Vous insistez sur un autre rapport avec la nature…
F. L. : Les Européens et les colons ont voulu domestiquer la nature. Au XVIIe siècle, on divise la nature et la culture, ce dont nous héritons encore aujourd'hui. Dans la lutte et la survie, les marrons ont de leur côté construit des alliances avec le vivant. Les personnes que j’ai rencontrées en héritent, elles proposent des contrepoints à la monoculture qui a ordonné le paysage. En créole, le terme paysage n’existe pas, ce concept a été importé par les Européens. Ici, on parle plutôt d’alentours, rien n’est isolé, tout est relié. Dans ce contexte, le cadre fixe isole et sépare, c’est pour cette raison que, dans le film, les cadres larges et stables sont absents. J’ai plutôt cherché des formes fluides.
"J’ai tenté de traduire cette dichotomie, cette lutte du vivant contre la mécanisation des corps."
Le film est construit sur l’opposition de deux mondes, celui des agriculteurs et praticiens dont vous parlez et celui de l’exploitation mécanisée de la banane…
F. L. : J’ai tenté de traduire cette dichotomie, cette lutte du vivant contre la mécanisation des corps. Les plantations ont recomposé physiquement les paysages et ont mis en ordre les éléments de la biodiversité et les corps. Les bananeraies sont montrées sous différents angles, dans leur fonction mécanique, mortifère, elles se transforment à la fin du film dans des images fantomatiques. Faut-il rappeler que les Antilles ont été les lieux de la construction du capitalisme et de notre modernité. Ce film m’a certainement déplacée par rapport à mon travail antérieur, notamment sur l'ex-Yougoslavie ; une guerre de fin de siècle au cœur de l’Europe, dont nous n'avons plus d’images.
Est-ce que ce film s’inscrit dans vos recherches de récits minoritaires comme dans vos films en ex-Yougoslavie ?
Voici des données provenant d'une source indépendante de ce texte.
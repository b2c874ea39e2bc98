/**
 * The pane inside Excel: tables come from the user's selection (or the whole Excel table it lies
 * in), error addresses select their cell, plans are written through `ExcelWorkbook`.
 */
import { ExcelWorkbook } from "../workbook/excel/ExcelWorkbook.js";
import type { LatLon } from "../core/index.js";
import { fillGeographyCoordinates } from "../sheets/fillGeographyCoordinates.js";
import { placeColumns } from "../sheets/placeColumns.js";
import { sheetRef } from "../sheets/cellAddress.js";
import { blockA1 } from "../workbook/excel/rangeAddress.js";
import { PaneController } from "./PaneController.js";

/** The Excel task pane. */
export class ExcelPaneController extends PaneController {
  constructor() {
    // The notice callback needs `this`, which exists only after super(): route it through a holder.
    const notices: { show?: (m: string) => void } = {};
    const book = new ExcelWorkbook({ onNotice: (m) => notices.show?.(m) });
    super({
      mode: "excel",
      port: book,
      selectCell: (sheet, cell) => book.selectCell(sheet, cell),
      activeSheetName: () => book.activeSheetName(),
      watchSheets: async (listener) => (await book.watchSheets(listener)).added,
      pickSelection: async (table) => {
        const selection = await book.readSelection();
        if (table === "fleet" || !book.capabilities().geography) return { read: selection.read, address: selection.address };
        // Stops typed as Geography cells carry their coordinates in valuesAsJson (ExcelApi 1.16):
        // read only the columns that may hold places; on any failure keep the plain values.
        const read = selection.read;
        const places: (LatLon | undefined)[][] = read.values.map((r) => r.map(() => undefined));
        for (const c of placeColumns(read)) {
          const rows = read.values.length;
          const address = `${sheetRef(read.sheet)}!${blockA1({ row: read.row, col: read.col + c, rows, cols: 1 })}`;
          const geo = await book.readGeography(address);
          if (!geo.available) {
            notices.show?.(`Geography cells of ${address} were not read (${geo.reason}); the plain cell values were used instead.`);
            return { read, address: selection.address };
          }
          geo.cells.forEach((row, r) => {
            const cell = row[0];
            if (cell?.kind === "place") places[r]![c] = cell.at;
          });
        }
        // The filled copy shows Latitude/Longitude among the recognised columns; the sheet is untouched.
        return { read: fillGeographyCoordinates(read, places).read, address: selection.address };
      },
    });
    notices.show = (m) => this.showError(m);
  }

  override init(): void {
    super.init();
    void this.suggestScenarioName().catch((err: unknown) => console.error("Could not list the sheets", err));
    // The Settings sheet first: it is never offered as a distance matrix.
    void this.loadWorkbookSettings()
      .catch((err: unknown) => this.showError(`Reading the Settings sheet failed: ${String(err)}`))
      .then(() => this.refreshMatrixList());
  }
}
F. L. : Les questions d’occultation sont constitutives de mes projets artistiques, qu’elles soient historiques ou politiques, d’où le recours pour moi aux récits minoritaires et non autoritaires. Véronique Monjean, dans son champ, ou Emmanuel Nossin, dans ses promenades, produisent des relectures de l’histoire coloniale. Chaque fragment de terre cultivé s’apparente à une fouille, chaque plante se présente comme une trace de l’histoire. Dans le film Kamen (2014) une des protagonistes structure son espace-temps en rangeant des documents d’archives, elle les déplace, replace à nouveau ses dossiers, ce qui lui permet de faire circuler sa mémoire sur un événement traumatique. La réappropriation de l’Histoire par les personnes constitue une matière importante de mon cinéma.
Vous avez passé de nombreuses années à filmer en ex-Yougoslavie…
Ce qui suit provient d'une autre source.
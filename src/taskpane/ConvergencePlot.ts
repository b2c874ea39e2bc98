/**
 * The convergence plot of a run (uPlot): current and best cost over elapsed seconds. Fed with
 * progress reports, which the worker sends at most every 200 ms.
 */
import uPlot from "uplot";
import type { Progress } from "../core/index.js";

/** A uPlot chart of cost over the run. */
export class ConvergencePlot {
  private plot: uPlot | undefined;
  private readonly xs: number[] = [];
  private readonly current: (number | null)[] = [];
  private readonly best: (number | null)[] = [];

  /** @param container - the element the chart is drawn in */
  constructor(private readonly container: HTMLElement) {
    window.addEventListener("resize", () => this.plot?.setSize(this.size()));
  }

  /** Forget the previous run. */
  reset(): void {
    this.xs.length = 0;
    this.current.length = 0;
    this.best.length = 0;
    this.plot?.setData([[], [], []]);
    this.container.dataset.points = "0";
  }

  /**
   * Add one progress report and redraw.
   *
   * @param p - a progress report of the running solve
   * @example plot.add({ moves: 1e5, fraction: 0.1, temperature: 12, currentCost: 830, bestCost: 812, acceptanceRate: 0.2, elapsedMs: 1000 })
   */
  add(p: Progress): void {
    this.xs.push(p.elapsedMs / 1000);
    this.current.push(Number.isFinite(p.currentCost) ? p.currentCost : null);
    this.best.push(Number.isFinite(p.bestCost) ? p.bestCost : null);
    const data: uPlot.AlignedData = [this.xs, this.current, this.best];
    this.container.dataset.points = String(this.xs.length);
    if (!this.plot) {
      const font = "11px Segoe UI, sans-serif";
      this.plot = new uPlot(
        {
          ...this.size(),
          cursor: { drag: { x: false, y: false } },
          legend: { live: false },
          scales: { x: { time: false } },
          axes: [
            { label: "seconds", size: 34, labelSize: 14, font, labelFont: font },
            { label: "cost", size: 56, labelSize: 14, font, labelFont: font },
          ],
          series: [
            { label: "seconds" },
            { label: "current cost", stroke: "#9e9e9e", width: 1 },
            { label: "best feasible cost", stroke: "#0f6cbd", width: 2 },
          ],
        },
        data,
        this.container,
      );
    } else {
      this.plot.setData(data);
    }
  }

  private size(): { width: number; height: number } {
    return { width: Math.max(240, this.container.clientWidth || 320), height: 160 };
  }
}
F. L. : C’est lié à ma biographie. Ma mère est d’origine serbe et mon père a toujours été vivement intéressé par l’autogestion yougoslave. J’ai évolué dans un milieu qui a été le témoin des prémices de la guerre. Ce dernier film me permet de me déplacer mais un lien subsiste : Aimé Césaire a écrit en 1936 ses Cahiers d’un retour au pays natal depuis la côte adriatique, en Croatie, en face d’une île qui se nomme Martininska !
Participer au Mois du film documentaire est-il important, surtout dans la période actuelle2 ?
F. L. : C’est essentiel de montrer un film en salle, de se retrouver collectivement avec un objet commun. Le film a été projeté en Martinique et depuis il y a de nombreuses demandes pour le faire circuler là-bas.
1Nom, sans doute d’origine espagnole, pour désigner les esclaves fugitifs dont certains ont été à l’origine de révoltes collectives. Pourchassés, ils devaient vivre cachés dans des endroits les plus reculés possible, dans les montagnes et les forêts.
2 Tu crois que la terre est chose morte, film soutenu par la Région Nouvelle-Aquitaine, devait être projeté en ce mois de novembre lors de séances publiques, accompagnées par ALCA et Cina dans le cadre du Mois du film documentaire, finalement annulées à la suite des annonces présidentielles du 28 octobre.